No, not a skin tag. Those are just gross, aren't they? I don't mean to offend anyone out there with skin tags. I'm sure I'll have one soon enough.
I've been "tagged." I don't remember by who (or whom...I can never remember which it is) or by how many people (or peeps...I can never remember which it is...)...but I know I've been tagged and I must answer the call. You're supposed to tell who tagged you, but I don't tag and tell. Plus I don't remember. It could've been anyone. It'd be impossible to know.
So, I'm supposed to tell 7 quirks about myself. It's going to be tough to do this for a number of reasons. None of which I'm going to share at this time. I already have to share 7 quirks, I shouldn't have to tell why it will be hard, too.
#1- I loathe chit chat. I do. I think you should just get to the point. I really don't like running into people and standing around talking about absolutely nothing. I know, I know...this makes me unfriendly or something...but can you imagine all of the time I could save by not participating in chit chat? Running into neighbors/acquaintances at the store, chit chatting when on the phone before the caller gets to their point, talking to the cashier while they ring me up even slower because they can't focus on two things at once... I would have like an extra half an hour a day to watch more TV! Imagine all of the TV I could be enjoying. Instead, it's wasted on human interaction.

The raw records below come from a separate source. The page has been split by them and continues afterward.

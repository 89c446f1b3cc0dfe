"""Saving without being asked: the newest state of a sheet is on the disk within a second of the last change.

The page hands over a function that makes the state (its designs are frozen, so this may run later and elsewhere) and
goes on; threads of this module make it, write it, and tell how that went. A write that fails is tried again until it
succeeds; a sheet that somebody else saved in between is never written over: it waits for the person to choose.
"""

from __future__ import annotations

import atexit
import heapq
import itertools
import logging
import os
import threading
import time
from collections.abc import Callable
from concurrent.futures import Future, ThreadPoolExecutor
from dataclasses import dataclass
from typing import Any

from sumwright.errors import SumwrightError

from .entries import utc_now
from .store import Sheet, SheetConflict

DELAY = 0.5  # s from a change to the write that holds it; further changes in between ride along
RETRIES = (1.0, 2.0, 5.0)  # s between tries; the last one again and again
TRIES_ALONE = 720  # about an hour, for a page that was closed while the store was away

_log = logging.getLogger(__name__)


@dataclass(frozen=True, slots=True)
class Mark:
    """What stands beside the title. `kind` is saved, saving, unsaved or elsewhere; times are UTC."""

    kind: str
    at: str  # saved: when; unsaved: since when; elsewhere: when theirs was saved
    why: str = ""
    again: float = 0.0  # s until the next try
    theirs: Sheet | None = None


@dataclass(frozen=True, slots=True)
class Snapshot:
    """What is saved: the state, and the undo history when it changed since the last save (None: keep the stored one)."""

    state: dict[str, Any]
    history: dict[str, Any] | None = None


class Autosave:
    """Saves one sheet for one open page.

    Parameters
    ----------
    save : callable
        `save(snapshot, revision)` writes and returns (new revision, time); raises SheetConflict or SumwrightError.
    revision : int
        The revision the page started from.
    told : callable
        Called with a `Mark` at each change of it, from another thread: it must only pass it on.
    """

    def __init__(
        self,
        save: Callable[[Snapshot, int], tuple[int, str]],
        revision: int,
        told: Callable[[Mark], None],
        *,
        saved_at: str = "",
        delay: float = DELAY,
    ):
        self._save, self._told, self._delay = save, told, delay
        self._lock = threading.RLock()
        self._idle = threading.Condition(self._lock)
        self._pending: Callable[[], Snapshot] | None = None
        self._since = ""  # of the oldest change not yet on the disk
        self._waiting = self._busy = self._closed = False
        self._failures = 0
        self.revision = revision
        self.mark = Mark("saved", saved_at)

    def changed(self, make: Callable[[], Snapshot]) -> None:
        """The sheet changed: `make` gives what to save, and replaces whatever was still to be saved."""
        with self._lock:
            if self._closed:
                return
            self._pending = make
            self._since = self._since or utc_now()
            if self.mark.kind == "saved":
                self._tell(Mark("saving", self._since))
            if self.mark.kind != "elsewhere":
                self._schedule(self._delay if not self._failures else _wait(self._failures))

    def keep_mine(self) -> None:
        """After a conflict: save this page's state over theirs (which the caller has put aside)."""
        with self._lock:
            if self.mark.theirs is not None:
                self.revision = self.mark.theirs.revision
                self._tell(Mark("saving", self._since))
                self._schedule(0.0)

    def take_theirs(self) -> Sheet | None:
        """After a conflict: forget this page's unsaved state and go on from theirs, which is returned."""
        with self._lock:
            theirs = self.mark.theirs
            if theirs is not None:
                self._pending, self._since, self.revision = None, "", theirs.revision
                self._tell(Mark("saved", theirs.saved_at))
            return theirs

    @property
    def clean(self) -> bool:
        """Whether nothing is waiting to be saved."""
        with self._lock:
            return self._pending is None and not self._busy

    def follow(self, revision: int, at: str) -> None:
        """The page shows what somebody else saved: go on from there."""
        with self._lock:
            self.revision = revision
            self._tell(Mark("saved", at))

    def now(self) -> None:
        """Try at once instead of waiting for the next turn."""
        with self._lock:
            if self._pending is not None and self.mark.kind != "elsewhere":
                self._schedule(0.0, force=True)

    def wait(self, timeout: float) -> bool:
        """Wait until nothing is left to save; False when the time is over first."""
        with self._idle:
            return self._idle.wait_for(lambda: self._pending is None and not self._busy, timeout)

    def close(self) -> None:
        """The page is gone: what is left is saved, or tried until it is; no mark is told any more."""
        with self._lock:
            self._told = _nobody
            self._closed = True
        self.now()

    def _schedule(self, delay: float, *, force: bool = False) -> None:
        if force or not (self._waiting or self._busy):
            self._waiting = True
            _threads.at(time.monotonic() + delay, self)

    def _run(self) -> None:
        with self._lock:
            self._waiting = False
            if self._busy or self._pending is None or self.mark.kind == "elsewhere":
                return
            make, self._pending, self._busy = self._pending, None, True
            since, self._since = self._since, ""
            revision = self.revision
        saved = conflict = problem = None
        try:
            saved = self._save(make(), revision)
        except SheetConflict as error:
            conflict = error
        except SumwrightError as error:
            problem = str(error)
        finally:
            with self._idle:
                self._busy = False
                if saved is None:
                    self._pending = self._pending or make
                    self._since = since
                self._after(saved, conflict, problem or "an error in the program; see its log")
                self._idle.notify_all()

    def _after(self, saved: tuple[int, str] | None, conflict: SheetConflict | None, problem: str) -> None:
        if saved is not None:
            self._failures = 0
            self.revision = saved[0]
            if self._pending is None:
                self._tell(Mark("saved", saved[1]))
            else:
                self._tell(Mark("saving", self._since))
                self._schedule(self._delay)
        elif conflict is not None:
            self._tell(Mark("elsewhere", conflict.theirs.saved_at, str(conflict), theirs=conflict.theirs))
        else:
            self._failures += 1
            again = _wait(self._failures)
            self._tell(Mark("unsaved", self._since, problem, again))
            if not self._closed or self._failures < TRIES_ALONE:
                self._schedule(again)

    def _tell(self, mark: Mark) -> None:
        self.mark = mark
        self._told(mark)


def _wait(failures: int) -> float:
    return RETRIES[min(failures, len(RETRIES)) - 1]


def _nobody(_mark: Mark) -> None:
    """Where the marks of a closed page go."""


class _Threads:
    """One clock and a few writers for all sheets of the process; started at first use, so after any fork."""

    def __init__(self) -> None:
        self._due: list[tuple[float, int, Autosave]] = []
        self._order = itertools.count()
        self._change = threading.Condition()
        self._clock: threading.Thread | None = None
        self._writers: ThreadPoolExecutor | None = None

    def at(self, due: float, autosave: Autosave) -> None:
        with self._change:
            if self._clock is None:
                self._writers = ThreadPoolExecutor(2, thread_name_prefix="autosave")
                self._clock = threading.Thread(target=self._tick, name="autosave clock", daemon=True)
                self._clock.start()
            heapq.heappush(self._due, (due, next(self._order), autosave))
            self._change.notify()

    def _tick(self) -> None:
        while True:
            with self._change:
                while not self._due or self._due[0][0] > time.monotonic():
                    self._change.wait(self._due[0][0] - time.monotonic() if self._due else None)
                autosave = heapq.heappop(self._due)[2]
                assert self._writers is not None
                writers = self._writers
            try:
                writers.submit(autosave._run).add_done_callback(_report)
            except RuntimeError:  # the interpreter is shutting down: no new work is taken
                return
            del autosave  # else the last sheet saved would be kept in memory until the next one is


def _report(future: Future[None]) -> None:
    if (error := future.exception()) is not None:
        _log.error("a sheet could not be saved", exc_info=error)


_threads = _Threads()


def _after_fork() -> None:
    global _threads
    _threads = _Threads()


def _before_the_end() -> None:
    """The server was told to stop: what waits for its turn is saved now."""
    with _threads._change:
        left = [autosave for _, _, autosave in _threads._due]
    for autosave in left:
        autosave._run()


atexit.register(_before_the_end)
if hasattr(os, "register_at_fork"):
    os.register_at_fork(after_in_child=_after_fork)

#2- I am convinced that all of my fears, phobias, inhibitions, etc are caused by traumas in a previous life. But I don't actually believe in past lives. I want to though. I love the idea of it. It's a great concept. That we keep progressing in each life, some innate qualities or fears we need to overcome. I also want to believe in destiny and fate. I don't. But I'd like to.
#3- If the clock says 2:11 I say "Happy Birthday" to myself! If the clock says 9:11 I have a moment of remembering 9/11 and always wonder if the people who lost someone in the 9/11 attacks think about that every time the clock turns 9:11. And how sad that would be.
#4- I'm always afraid people will think I am better than I am. Smarter, better, funnier. I feel like I should come with a disclosure... like a review mirror. ***Objects in front of you may not seem as smart or as funny or as put together as they appear***
#5- I wait for new music Tuesday every week with so much hope in my heart! Every week I count down to Tuesday...wishing and hoping that wonderful, new music will come out! And most weeks it's a bust. I get so disappointed. But I still go online every Tuesday...hopeful that this is the week for me and my iPod!
#6- I think it's so rude to pay more attention to your phone via text or other phone calls when out with people. But...I still do it. It's like saying, "Hey, I know we're together in person but this lazy arse on the other end of my phone who can only text me is more important..." But I do it, I do.
#7- I clean up after myself in a restaurant and wipe the table down for the wait staff. When I go to the doctor, I am the one that removes the paper off the table and replaces it for the next patient. I don't know why. I don't want people to think I'm rude or a mess...I suppose.
Hopefully you've learned something new about me!
So, now I am supposed to tag 7 people. I don't think I know 7 people. Or at least not 7 people who haven't already been tagged. I think I will tag Brandon, Bryan, Rinnie, Ali, Jack Bauer, Shawna and Amy.